:: SUPPLIED DATA

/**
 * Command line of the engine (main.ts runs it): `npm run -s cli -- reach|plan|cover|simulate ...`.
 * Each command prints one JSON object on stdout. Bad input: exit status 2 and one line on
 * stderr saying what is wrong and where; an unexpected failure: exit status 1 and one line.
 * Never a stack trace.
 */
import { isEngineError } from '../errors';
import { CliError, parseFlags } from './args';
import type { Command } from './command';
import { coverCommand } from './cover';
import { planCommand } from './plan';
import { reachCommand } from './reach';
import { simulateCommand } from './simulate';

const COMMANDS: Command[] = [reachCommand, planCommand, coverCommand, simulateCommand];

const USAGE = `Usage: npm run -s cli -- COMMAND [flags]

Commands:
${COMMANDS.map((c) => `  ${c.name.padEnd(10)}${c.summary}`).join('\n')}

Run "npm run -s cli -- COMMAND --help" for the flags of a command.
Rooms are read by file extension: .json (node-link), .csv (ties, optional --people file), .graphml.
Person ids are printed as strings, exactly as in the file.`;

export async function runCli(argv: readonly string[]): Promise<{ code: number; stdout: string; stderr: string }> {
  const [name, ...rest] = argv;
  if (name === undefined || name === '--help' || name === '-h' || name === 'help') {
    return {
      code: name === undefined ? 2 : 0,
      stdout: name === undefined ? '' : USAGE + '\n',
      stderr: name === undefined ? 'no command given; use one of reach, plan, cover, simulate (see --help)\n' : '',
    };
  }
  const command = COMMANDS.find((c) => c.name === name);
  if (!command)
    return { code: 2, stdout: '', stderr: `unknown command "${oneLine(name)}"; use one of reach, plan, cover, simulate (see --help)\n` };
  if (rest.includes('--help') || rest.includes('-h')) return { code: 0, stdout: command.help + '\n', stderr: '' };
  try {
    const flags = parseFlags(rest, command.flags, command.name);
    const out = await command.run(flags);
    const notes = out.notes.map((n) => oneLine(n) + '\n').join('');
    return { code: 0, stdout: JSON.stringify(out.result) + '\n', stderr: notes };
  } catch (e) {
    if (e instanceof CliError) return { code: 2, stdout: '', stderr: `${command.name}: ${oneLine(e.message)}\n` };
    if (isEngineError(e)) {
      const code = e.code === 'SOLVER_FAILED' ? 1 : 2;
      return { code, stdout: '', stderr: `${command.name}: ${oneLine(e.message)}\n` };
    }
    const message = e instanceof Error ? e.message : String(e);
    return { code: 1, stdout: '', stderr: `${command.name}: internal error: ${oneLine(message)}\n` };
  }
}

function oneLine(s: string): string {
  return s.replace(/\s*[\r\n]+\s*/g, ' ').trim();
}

::::
:: SUPPLIED DATA

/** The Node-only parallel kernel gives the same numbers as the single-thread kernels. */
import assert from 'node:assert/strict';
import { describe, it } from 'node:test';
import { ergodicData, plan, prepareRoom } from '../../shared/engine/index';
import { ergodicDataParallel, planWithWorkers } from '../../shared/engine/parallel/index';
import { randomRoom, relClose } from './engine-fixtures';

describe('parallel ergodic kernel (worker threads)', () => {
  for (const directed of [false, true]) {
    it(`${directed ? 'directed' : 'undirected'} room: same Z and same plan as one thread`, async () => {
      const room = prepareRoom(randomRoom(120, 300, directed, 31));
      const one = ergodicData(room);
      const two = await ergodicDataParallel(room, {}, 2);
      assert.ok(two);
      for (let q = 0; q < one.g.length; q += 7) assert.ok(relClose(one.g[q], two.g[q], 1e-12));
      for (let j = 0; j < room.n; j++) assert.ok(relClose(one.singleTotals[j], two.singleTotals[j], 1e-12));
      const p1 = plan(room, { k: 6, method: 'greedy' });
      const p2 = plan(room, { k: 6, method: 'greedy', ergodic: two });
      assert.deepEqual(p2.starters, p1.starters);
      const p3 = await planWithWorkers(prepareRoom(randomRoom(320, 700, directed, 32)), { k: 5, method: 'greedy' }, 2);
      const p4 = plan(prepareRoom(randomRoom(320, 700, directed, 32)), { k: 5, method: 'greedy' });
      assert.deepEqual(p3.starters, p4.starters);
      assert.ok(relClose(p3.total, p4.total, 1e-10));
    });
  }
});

::::

TASK ITEM »
Please report the number of lines in the listing that include "ergodicDataParallel", and add nothing to it.

SOLUTION FOR THIS PROBLEM »
2